Osserviamo: iniziò ed esplose in una specie di big bang senza fine. Mentre Petronio sorprendev­a, anche in anni molto recenti, con i suoi curiosi libri su musicisti notissimi (Catalani, 2014) o assai poco familiari ai lettori e agli stessi musicisti (Viktor Parma, padre dell’opera slovena, 2002), o scritti di raffinata e moderna erudizione su memorie di linee ferroviari­e, ecco che prendeva forma, in piena riservatez­za, quest’opera capitale sugli inni nazionali di tutti gli Stati del pianeta.

Il criterio costruttiv­o di Petronio è semplice e razionale, in funzione del gigantismo di questo lavoro per il quale la parola “ricerca” è troppo poco, così come per molte tesi di laurea di pura routine è troppo.
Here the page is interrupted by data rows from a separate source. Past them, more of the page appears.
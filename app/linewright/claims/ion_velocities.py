"""Velocities of a nebula's ions: gas of different ionisation moves differently.

Neutral gas, the ionised gas behind its front and the most ionised part of an H II region stand
several km/s apart (Orion: 10 km/s between N I and [O III], O'Dell 2001, Annu. Rev. Astron.
Astrophys. 39, 99, from memory). Each ion's velocity is learned from its likely lines, leaning on
the mean of its zone; for every line from the ion's other lines alone, so that none vouches for
itself.
"""

from __future__ import annotations

from dataclasses import dataclass

import numpy as np

from ..lines.levels import ionisation_energy
from ..lines.species import parse_species
from ..spectra.medium import C_KM_S

RYDBERG_EV = 13.6  # photons above it are used up by hydrogen: gas ionised by less is neutral gas
ION_SPREAD = 5.0  # km/s: ions of a zone about its mean
ZONE_SPREAD = 6.0  # km/s: zones about the nebula's velocity
FARTHEST = 30.0  # km/s: offsets beyond are no ion's
LIKELY = 0.3  # probability from which a pair counts
LED = 0.6  # share of its blend from which a line's place is its own
IONISED = ("H I", "He I", "He II")  # seen where they recombine


@dataclass(frozen=True, eq=False)
class IonVelocities:
    """Per catalogue row: km/s to add to the component's velocity, and its error."""

    shift: np.ndarray
    error: np.ndarray


def unknown(catalogue) -> IonVelocities:
    """Before anything is learned."""
    return IonVelocities(
        np.zeros(len(catalogue)), np.full(len(catalogue), float(np.hypot(ION_SPREAD, ZONE_SPREAD)))
    )


def neutral(species: str) -> bool:
    """Whether an ion's lines come from gas in which hydrogen is neutral."""
    parsed = parse_species(species)
    if parsed.ion in IONISED or not parsed.is_atomic:
        return False
    if parsed.stage == 1:
        return True
    before = ionisation_energy(f"{parsed.element} I")
    return parsed.brackets > 0 and parsed.stage == 2 and before < RYDBERG_EV


def learned(catalogue, solution, component: int, velocity: float) -> IonVelocities:
    """Velocities of the ions of a nebular component at ``velocity`` (km/s) from the pairs of a
    solution."""
    row, v, weight = _offsets(catalogue, solution, component)
    v = np.clip(v - velocity, -FARTHEST, FARTHEST)
    species = catalogue.species[row]
    count = len(catalogue.species_names)
    own_weight = np.bincount(row, weight, len(catalogue))
    own_sum = np.bincount(row, weight * v, len(catalogue))
    ion_weight, ion_sum = (np.bincount(species, w, count) for w in (weight, weight * v))
    low = np.array([neutral(name) for name in catalogue.species_names])
    mean, variance = _zones(ion_weight, ion_sum, low)
    rest = ion_weight[catalogue.species] - own_weight
    rest_sum = ion_sum[catalogue.species] - own_sum
    prior = 1.0 / (ION_SPREAD**2 + variance[catalogue.species])
    precision = np.maximum(rest, 0.0) + prior
    shift = (rest_sum + prior * mean[catalogue.species]) / precision
    return IonVelocities(shift, 1.0 / np.sqrt(precision))


def _offsets(catalogue, solution, component: int):
    """(catalogue row, km/s, inverse variance) of likely pairs."""
    e, f = solution.problem.entries, solution.problem.features
    entry = solution.entry
    used = (e.component[entry] == component) & (solution.probability > LIKELY)
    used &= solution.groups.share[entry] > LED
    feature, entry, p = solution.feature[used], entry[used], solution.probability[used]
    row = e.row[entry]
    error = np.hypot(f.error[feature], 0.03 * np.nan_to_num(f.fwhm[feature]))
    error = C_KM_S * np.hypot(error, f.excess[feature]) / f.wave[feature]
    v = C_KM_S * (f.wave[feature] / catalogue.wave[row] - 1.0)
    return row, v, p / error**2


def _zones(ion_weight, ion_sum, low):
    """Mean (km/s) and its variance of the zone of every ion, from the other ions of the zone."""
    seen = ion_weight > 0
    value = np.where(seen, ion_sum / np.where(seen, ion_weight, 1.0), 0.0)
    weight = np.where(seen, 1.0 / (1.0 / np.where(seen, ion_weight, 1.0) + ION_SPREAD**2), 0.0)
    mean, variance = np.zeros(len(seen)), np.zeros(len(seen))
    for zone in (low, ~low):
        total = np.sum(weight[zone]) - weight[zone] + 1.0 / ZONE_SPREAD**2
        mean[zone] = (np.sum((weight * value)[zone]) - (weight * value)[zone]) / total
        variance[zone] = 1.0 / total
    return mean, variance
Ci si domanda come Petronio abbia trovato il tempo di realizzare il progetto. Richiesti di un preventivo “di stima” a occhio, avremmo risposto: «Quarantaci­nque collaborat­ori assunti per contratto ancora giovani e con tutta la vita davanti, oppure uno solo con una vita lunga il decuplo di quella di Manoel de Oliveira sommata alla longevità di Alice Herz-Sommer». Gli inni sono 48 per l’Europa, e ci sorpren- dono i dettagli: per esempio, Gibilterra, che pure non è uno “Stato” ma una dipendenza britannica, ha un inno tutto suo. E il Regno Unito, a sua volta, ne ha più d’uno, poiché alcune sue regioni reclamano l’autonomia innologica. Poi, un numero simile per l’Asia e per le Americhe, molti di più per l’Africa. Fitto, pur se minore, il numero per l’Oceania. E qui sorge l’irrefrenab­ile curiosità di ascoltare la musica degli inni di Guam, Nue, Pitcairn, Tokelau, delle Isole Tonga la cui capitale è Nukualofa e dove è nata la parola “tapu” o “tabu” erroneamen­te accentata come “tabù”, e come diavolo sarà l’inno di Tuvalu, Vanuatu, Wallis e Futuns? Risposta pronta.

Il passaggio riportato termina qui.